To ensure the specificity of the IRGM‐mediated regulation, we performed a rescue experiment by complementing IRGM in IRGM knockdown cells. The increased levels of viral restriction factors in IRGM‐depleted cells were restored to basal levels in the complemented cells (Figs 2F and EV2E). The GTPase activity of IRGM is essential for its autophagy and anti‐inflammatory functions (Singh et al, 2006; Kumar et al, 2018; Mehto et al, 2019b). The conversion of amino acid residue serine to asparagine at 47th position (S47N mutation) renders IRGM inactive (Singh et al, 2006; Kumar et al, 2018; Mehto et al, 2019b). We compared wild‐type IRGM and S47N mutant for their ability to regulate the expression levels of viral restriction factors. As compared to wild type, the catalytic mutant of IRGM was not able to efficiently suppress the expression of viral restriction factors (Fig 2G) suggesting that GTPase activity of IRGM is required for suppression of IFN response.

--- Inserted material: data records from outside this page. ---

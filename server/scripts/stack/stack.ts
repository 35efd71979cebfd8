import { resolve } from 'node:path';
import { ensureDatabase, withDatabaseName } from '../../db/database-admin.ts';
import { initOrm, migrate } from '../../db/orm.ts';
import { seedDemo } from '../../db/seed.ts';
import { log } from './run.ts';
import { startPostgres } from './postgres.ts';

/**
 * The local stack: every service the app needs, started in order and stopped in reverse.
 * `dev` is what `npm start` and `npm run dev` use; `test` runs beside it on other ports and other
 * data folders, so a test run never touches the demo data or clashes with a running app.
 * New services (storage, payments, mail stand-ins) are added here, each with its stop function.
 */
export type StackMode = 'dev' | 'test';

export type Stack = {
  /** Environment for the app and the tests: connection URLs and keys of the running services. */
  env: Record<string, string>;
  stop(): Promise<void>;
};

const PORTS = {
  dev: { postgres: 54329 },
  test: { postgres: 54339 },
} as const;

export const projectDir = resolve(import.meta.dirname, '../../..');

export async function startStack(mode: StackMode): Promise<Stack> {
  const stops: Array<{ name: string; stop: () => Promise<void> }> = [];
  let stopping: Promise<void> | undefined;
  // Idempotent: a signal and a crashed child may both ask to stop at once.
  const stop = () =>
    (stopping ??= (async () => {
      for (const service of stops.reverse()) {
        try {
          await service.stop();
        } catch (error) {
          log(`stopping ${service.name} failed: ${(error as Error).message}`);
        }
      }
    })());
  try {
    const postgres = await startPostgres({ projectDir, name: `pg-${mode}`, port: PORTS[mode].postgres, fast: mode === 'test' });
    stops.push({ name: 'postgres', stop: postgres.stop });
    const databaseUrl = postgres.url(mode === 'dev' ? 'etchwell' : 'etchwell_test_template');
    await prepareDatabase(databaseUrl, { seed: mode === 'dev' });
    return { env: { DATABASE_URL: databaseUrl }, stop };
  } catch (error) {
    await stop();
    throw error;
  }
}

/** Creates the database when missing, migrates it, and (for dev) seeds the demo scenario. */
async function prepareDatabase(databaseUrl: string, { seed }: { seed: boolean }): Promise<void> {
  if (await ensureDatabase(databaseUrl)) log(`created database ${new URL(databaseUrl).pathname.slice(1)}`);
  const orm = await initOrm(databaseUrl);
  try {
    await migrate(orm);
    log('migrations up to date');
    if (seed) log(`demo scenario: ${await seedDemo(orm.em.fork())} row(s) added`);
  } finally {
    await orm.close();
  }
}

export { withDatabaseName };
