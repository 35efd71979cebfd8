import { useMemo, useState } from 'react';
import { can } from '#shared/permissions.ts';
import { LASER_KIND_LABELS, SPEED_UNIT_LABELS, type MachineView } from '#shared/schemas/catalog.ts';
import { formatBedSize, type LengthUnit } from '#shared/units.ts';
import { WithWorkspace } from '#src/app/layouts/workspace-layout.tsx';
import { Button } from '#src/components/ui/button.tsx';
import { DataTable, tableColumns, type DataColumn } from '#src/components/ui/data-table.tsx';
import { Dialog } from '#src/components/ui/dialog.tsx';
import { useDeleteMachine, useMachines } from '#src/features/catalog/api/catalog.ts';
import { RowActions, useConfirmedDelete } from '#src/features/catalog/components/row-actions.tsx';
import { CatalogFrame, QueryState } from '#src/features/catalog/components/catalog-frame.tsx';
import { MachineDialog } from '#src/features/catalog/components/machine-dialog.tsx';
import { laserKindOptions } from '#src/features/catalog/labels.ts';

export function MachinesPage() {
  return (
    <WithWorkspace>
      {({ studio, role }) => <Machines slug={studio.slug} units={studio.units} canEdit={can(role, 'catalog:write')} />}
    </WithWorkspace>
  );
}

const col = tableColumns<MachineView>();

function Machines({ slug, units, canEdit }: { slug: string; units: LengthUnit; canEdit: boolean }) {
  const machines = useMachines(slug);
  const remove = useDeleteMachine(slug);
  const [editing, setEditing] = useState<MachineView | 'new'>();
  const deletion = useConfirmedDelete(
    (machine: MachineView) => remove.mutateAsync(machine.id),
    (machine) => `${machine.name} deleted.`,
  );
  const askDeletion = deletion.ask;

  const columns = useMemo<DataColumn<MachineView>[]>(
    () => [
      col.accessor('name', { header: 'Machine', cell: ({ row }) => <span className="font-semibold">{row.original.name}</span> }),
      col.accessor('laserKind', {
        header: 'Laser',
        filterFn: 'equalsString',
        cell: ({ row }) => LASER_KIND_LABELS[row.original.laserKind],
      }),
      col.accessor('powerWatts', { header: 'Power', cell: ({ row }) => `${row.original.powerWatts} W` }),
      col.accessor((k) => k.bedWidthMm * k.bedHeightMm, {
        id: 'bed',
        header: 'Bed',
        cell: ({ row }) => formatBedSize(row.original.bedWidthMm, row.original.bedHeightMm, units),
      }),
      col.accessor('speedUnit', { header: 'Speed in', enableSorting: false, cell: ({ row }) => SPEED_UNIT_LABELS[row.original.speedUnit] }),
      ...(canEdit
        ? [
            col.display({
              id: 'actions',
              header: () => <span className="sr-only">Actions</span>,
              cell: ({ row }) => (
                <RowActions name={row.original.name} onEdit={() => setEditing(row.original)} onDelete={() => askDeletion(row.original)} />
              ),
            }),
          ]
        : []),
    ],
    [canEdit, units, askDeletion],
  );

  return (
    <CatalogFrame slug={slug} title="Machines" canEdit={canEdit} actions={<Button onClick={() => setEditing('new')}>New machine</Button>}>
      <QueryState isPending={machines.isPending} error={machines.error} />
      {machines.data && (
        <DataTable
          caption="Machines"
          data={machines.data.machines}
          columns={columns}
          getRowId={(k) => k.id}
          searchLabel="Search machines"
          filters={[{ columnId: 'laserKind', label: 'Laser', options: laserKindOptions }]}
          initialSorting={[{ id: 'name', desc: false }]}
          empty="No machines yet. Add the lasers your studio runs, then write recipes for them."
        />
      )}
      {editing && (
        <MachineDialog slug={slug} units={units} machine={editing === 'new' ? undefined : editing} onClose={() => setEditing(undefined)} />
      )}
      <Dialog
        open={Boolean(deletion.pending)}
        title={`Delete ${deletion.pending?.name ?? ''}?`}
        onClose={deletion.cancel}
        confirm={{ label: 'Delete machine', danger: true, onConfirm: () => void deletion.confirm() }}
      >
        The recipes written for this machine are deleted with it.
      </Dialog>
    </CatalogFrame>
  );
}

Taken together, the data show that a large number of the classical host viral restriction factors are robustly induced upon depletion of IRGM in human and mouse cells.

Antigen presentation pathways and stress granule PKR signaling are activated in IRGM‐depleted cells

We have previously shown that IRGM depletion induces the expression of genes involved in the MHC‐mediated antigen presentation pathways (Jena et al, 2020). However, we did not test whether this induction leads to an effective upregulation of antigen uptake, processing, and presentation. While the MHC class II pathway presents exogenous antigens via the endolysosomal pathway, the MHC class I pathway presents endogenous peptides derived from viral antigens, via the immunoproteasome (Fig EV2F) (Hewitt, 2003). MHC class I molecules, in complex with β2‐Microglobulin (B2M), are loaded with endogenous peptides that are generated by the immunoproteasome (PSMB8 and PSMB9) and subsequently imported into the ER by the heterodimeric TAP1/TAP2 transporter. The depletion of IRGM resulted in the induction of classical (HLA‐B and HLA‐C) and non‐classical (HLA‐F) MHC class I molecules, B2M, PSMB8/9, and TAP1/2 genes (Fig 2H–J). Several of these MHC‐1 molecules are shown to be regulated by NLRC5 (Meissner et al, 2010; Kobayashi & van den Elsen, 2012; Neerincx et al, 2012), which itself is an ISG and is regulated by IRGM (Jena et al, 2020).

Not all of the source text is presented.